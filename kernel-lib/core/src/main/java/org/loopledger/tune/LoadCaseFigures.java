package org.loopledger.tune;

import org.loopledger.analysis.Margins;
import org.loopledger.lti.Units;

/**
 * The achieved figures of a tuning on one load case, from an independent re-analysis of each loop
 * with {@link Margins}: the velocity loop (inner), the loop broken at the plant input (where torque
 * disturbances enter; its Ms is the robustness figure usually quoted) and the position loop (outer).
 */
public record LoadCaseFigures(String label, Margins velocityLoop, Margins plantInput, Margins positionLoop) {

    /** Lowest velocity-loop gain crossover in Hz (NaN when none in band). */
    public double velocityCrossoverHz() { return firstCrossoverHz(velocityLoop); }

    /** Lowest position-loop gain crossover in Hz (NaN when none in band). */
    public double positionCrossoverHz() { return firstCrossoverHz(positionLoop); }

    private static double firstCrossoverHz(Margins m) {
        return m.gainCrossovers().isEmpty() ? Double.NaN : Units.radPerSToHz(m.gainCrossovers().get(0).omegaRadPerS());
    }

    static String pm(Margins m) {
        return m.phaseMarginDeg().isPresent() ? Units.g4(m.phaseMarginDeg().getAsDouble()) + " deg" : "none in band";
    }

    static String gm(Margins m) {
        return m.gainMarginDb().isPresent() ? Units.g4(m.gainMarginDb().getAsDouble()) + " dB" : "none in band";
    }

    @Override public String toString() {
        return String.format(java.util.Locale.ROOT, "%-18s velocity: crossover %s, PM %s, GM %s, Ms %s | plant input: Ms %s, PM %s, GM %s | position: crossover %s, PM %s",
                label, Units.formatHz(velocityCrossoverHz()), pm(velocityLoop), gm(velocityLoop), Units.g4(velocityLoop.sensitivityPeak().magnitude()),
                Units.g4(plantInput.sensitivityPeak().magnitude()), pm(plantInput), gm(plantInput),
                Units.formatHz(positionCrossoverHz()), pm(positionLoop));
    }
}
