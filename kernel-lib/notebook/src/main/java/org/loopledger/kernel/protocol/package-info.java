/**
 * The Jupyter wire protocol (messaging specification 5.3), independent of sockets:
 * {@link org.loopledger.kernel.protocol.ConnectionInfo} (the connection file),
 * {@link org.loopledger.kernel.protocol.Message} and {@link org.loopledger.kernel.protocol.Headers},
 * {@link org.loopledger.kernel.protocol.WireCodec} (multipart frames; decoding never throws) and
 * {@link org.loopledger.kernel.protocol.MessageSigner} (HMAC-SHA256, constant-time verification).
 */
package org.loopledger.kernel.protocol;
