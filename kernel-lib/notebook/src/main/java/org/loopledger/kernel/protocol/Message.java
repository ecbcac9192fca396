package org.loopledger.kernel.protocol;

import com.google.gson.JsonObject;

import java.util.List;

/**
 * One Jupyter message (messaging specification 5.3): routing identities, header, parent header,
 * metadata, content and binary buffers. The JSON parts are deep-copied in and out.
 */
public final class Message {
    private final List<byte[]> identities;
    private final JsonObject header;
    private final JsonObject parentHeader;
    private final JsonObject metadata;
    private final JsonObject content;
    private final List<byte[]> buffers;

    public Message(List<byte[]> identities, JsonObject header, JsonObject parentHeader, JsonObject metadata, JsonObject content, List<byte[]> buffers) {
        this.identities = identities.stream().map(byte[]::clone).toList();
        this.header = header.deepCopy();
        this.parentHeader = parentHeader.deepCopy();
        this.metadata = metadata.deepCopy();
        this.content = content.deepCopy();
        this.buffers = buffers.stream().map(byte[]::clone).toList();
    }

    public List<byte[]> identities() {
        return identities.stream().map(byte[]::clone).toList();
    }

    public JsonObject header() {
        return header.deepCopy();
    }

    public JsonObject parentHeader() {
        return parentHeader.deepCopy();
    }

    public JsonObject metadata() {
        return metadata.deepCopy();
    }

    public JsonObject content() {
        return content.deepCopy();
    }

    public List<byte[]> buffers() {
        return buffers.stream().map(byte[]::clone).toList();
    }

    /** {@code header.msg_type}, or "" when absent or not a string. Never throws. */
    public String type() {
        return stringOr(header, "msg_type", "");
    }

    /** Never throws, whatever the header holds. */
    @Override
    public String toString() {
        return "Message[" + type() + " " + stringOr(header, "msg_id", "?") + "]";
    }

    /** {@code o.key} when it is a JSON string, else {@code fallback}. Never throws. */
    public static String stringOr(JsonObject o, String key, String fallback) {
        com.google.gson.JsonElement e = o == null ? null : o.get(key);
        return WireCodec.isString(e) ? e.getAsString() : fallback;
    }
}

#### Work item:
Scan the records above and show every line in which the word "clone" occurs.

#### Exercise response:
        this.identities = identities.stream().map(byte[]::clone).toList();
        this.buffers = buffers.stream().map(byte[]::clone).toList();
        return identities.stream().map(byte[]::clone).toList();
        return buffers.stream().map(byte[]::clone).toList();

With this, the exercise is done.